Bringing families together at reading night

The OneVille Project is working to support people in Somerville kids’ lives to communicate and collaborate about strategies for student success. One of our pilot efforts is to hold academic family events where parents and young people get together to share strategies for improving kids’ learning.

In monthly Reading Nights we’ve held at the Healey School in Somerville, we get parents and kids together who share a Kindergarten hallway (3 different programs) to talk and work together on specific tactics for helping kids read. (We just attended an annual Math Night at the Healey that is a great model of getting kids and families together to enjoy math!) We build community by eating pizza together, learning skills together in some creative way, and then talking, as parents, about how our children are doing with reading. (Planning the Reading Nights has also created a diverse team of parents working together on OneVille and schoolwide efforts.) We invite teachers to share tips with us, and as parents, we share strategies that are and aren’t working in supporting our own kids to read better. Meanwhile, kids do fun reading activities.

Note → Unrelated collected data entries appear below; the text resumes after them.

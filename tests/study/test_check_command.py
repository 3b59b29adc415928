"""The check command and its tables: exit status, pure JSON, failing rows always shown."""

from __future__ import annotations

import json
from dataclasses import replace
from pathlib import Path
from typing import Any

import pytest
from click.testing import CliRunner, Result

import optics
from optics.cli import main
from optics.present.check import where
from optics.study.check import Check

CASE = """
title = "two films, invented"
[wavelength]
values_nm = [500, 550, 600]
[materials.host]
n = 1.75
[materials.silver-like]
n = 0.1
k = 3.6
[[layers]]
name = "EML"
material = "host"
thickness_nm = 30
[[layers]]
name = "CAT"
material = "silver-like"
thickness_nm = 100
[surroundings]
bottom = "glass"
[materials.glass]
n = 1.5
[[emitters]]
name = "green"
layer = "EML"
spectrum = { peak_nm = 550, fwhm_nm = 20 }
zone = { shape = "point", at = 0.3 }
quantum_yield = 0.9
"""


@pytest.fixture
def case(tmp_path: Path) -> Path:
    path = tmp_path / "case.toml"
    path.write_text(CASE)
    return path


@pytest.fixture
def spoiled(monkeypatch: pytest.MonkeyPatch) -> None:
    """Let one comparison fail."""
    real = optics.check

    def change(case: optics.Case, **options: Any) -> Check:
        found = real(case, **options)
        first = replace(found.rows[0], result="fail", difference=0.5, engine=0.0123456)
        return replace(found, rows=(first, *found.rows[1:]))

    monkeypatch.setattr(optics, "check", change)


def run(*arguments: object) -> Result:
    return CliRunner().invoke(main, [str(argument) for argument in arguments])


def test_a_good_case_passes_in_few_lines(case: Path) -> None:
    result = run("check", case)
    assert result.exit_code == 0
    assert "are within their tolerance" in result.stdout
    assert "Beyond the tolerance" not in result.stdout
    assert len(result.stdout.splitlines()) < 30
    for kind in ("far field", "light from outside", "power", "energy balance", "average"):
        assert any(line.startswith(kind) for line in result.stdout.splitlines())


def test_all_rows_on_request(case: Path) -> None:
    result = run("check", case, "--all", "--wavelengths", "550", "--angles", "0,30")
    assert result.exit_code == 0
    _, _, listed = result.stdout.partition("All comparisons")
    rows = json.loads(
        run("check", case, "--json", "--wavelengths", "550", "--angles", "0,30").stdout
    )["rows"]
    # caption's own line end, heads, rule, then the rows
    assert len(listed.splitlines()) == 3 + len(rows)
    assert "green, 550 nm, z 9.00 nm, horizontal, bottom, 30°, s" in listed
    assert "1.0e-09" in listed


@pytest.mark.usefixtures("spoiled")
def test_a_difference_beyond_its_tolerance_is_shown_and_gives_status_1(case: Path) -> None:
    result = run("check", case)
    assert result.exit_code == 1
    assert "1 of " in result.stdout
    assert "exceed their tolerance" in result.stdout
    shown = [line for line in result.stdout.splitlines() if "0.0123456" in line]
    assert len(shown) == 1
    assert "5.0e-01" in shown[0]
    assert json.loads(run("check", case, "--json").stdout)["passed"] is False
    assert run("check", case, "--json").exit_code == 1


def test_json_and_files_hold_the_same_rows(case: Path, tmp_path: Path) -> None:
    import pandas as pd

    paths = [tmp_path / "out.json", tmp_path / "out.csv"]
    result = run("check", case, "--json", *[word for path in paths for word in ("-o", path)])
    assert result.exit_code == 0
    printed = json.loads(result.stdout)
    assert printed == json.loads(paths[0].read_text())
    frame = pd.read_csv(paths[1])
    assert len(frame) == len(printed["rows"])
    assert "Warning: " in result.stderr  # three wavelengths lose much of the spectrum


@pytest.mark.parametrize(
    ("options", "said"),
    [
        (("--wavelengths", "551"), "found 551 nm; expected a wavelength of the case's grid"),
        (("--angles", "90"), "found 90; expected degrees from 0 to below 90"),
        (("--angles", "a"), "found 'a'; expected numbers such as 0,15,30"),
        (("-o", "x.nc"), "expected .json or .csv"),
    ],
)
def test_bad_input_gives_status_2(case: Path, options: tuple[str, str], said: str) -> None:
    result = run("check", case, *options)
    assert result.exit_code == 2
    assert said in result.stderr
    assert result.stdout == ""


def test_places_are_worded_from_what_is_known() -> None:
    keys = ("emitter", "wavelength_nm", "position_nm", "orientation", "side", "polarization")
    row: dict[str, Any] = {**dict.fromkeys(keys), "angle_deg": 0.0}
    assert where(row) == "0°"
    assert where({**row, "emitter": "green", "position_nm": 0.0}) == "green, z 0.00 nm, 0°"
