"""Every worked example passes its own check, with nothing left out unnamed."""

from __future__ import annotations

from pathlib import Path

import pytest

import optics

CASES = sorted((Path(__file__).parents[2] / "cases").glob("*.toml"))


@pytest.mark.slow
@pytest.mark.parametrize("path", CASES, ids=lambda path: path.stem)
def test_worked_example_passes_its_check(path: Path) -> None:
    found = optics.check(optics.read_case(path))
    assert [row for row in found.rows if row.result == "fail"] == []
    assert all(entry["checked"] > 0 for entry in found.summary())
    assert all(row.note for row in found.rows if row.result == "not checked")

We held a Reading Night on May 18, 2010. Children enjoyed a multilingual scavenger hunt for words in the Healey School’s garden (compost/abono/composto; soil/tierra/terra). Everyone then went into the school library to watch a video of a Healey K teacher guiding one of the K kids through reading. Older kids then read books to younger kids, while parents shared ideas about strategies and struggles with young kids’ reading. Parent-to-parent tips included: if the child can’t sound out a word, look at the pictures for clues. Read the pictures before they even start the book. Alternate: let the child read one sentence or page, and you read one sentence or page.

At the April 13th Reading Night, children from a K class performed a book about penguins, driving home the early reading skill of telling stories. Parents watched a video about phonemic awareness and then shared strategies that parents had seen work for kids’ reading.

Parent tips included:

  • Play games with the sounds in words (pig! dig! fig!) and spell words you find around in everyday life.
  • Tell kids long words they are struggling to read. Break words into syllables.
  • Find your child books that he really is interested in.

To end the night, one dad shared a Nigerian folk tale that he was told as a child to help him learn early literacy.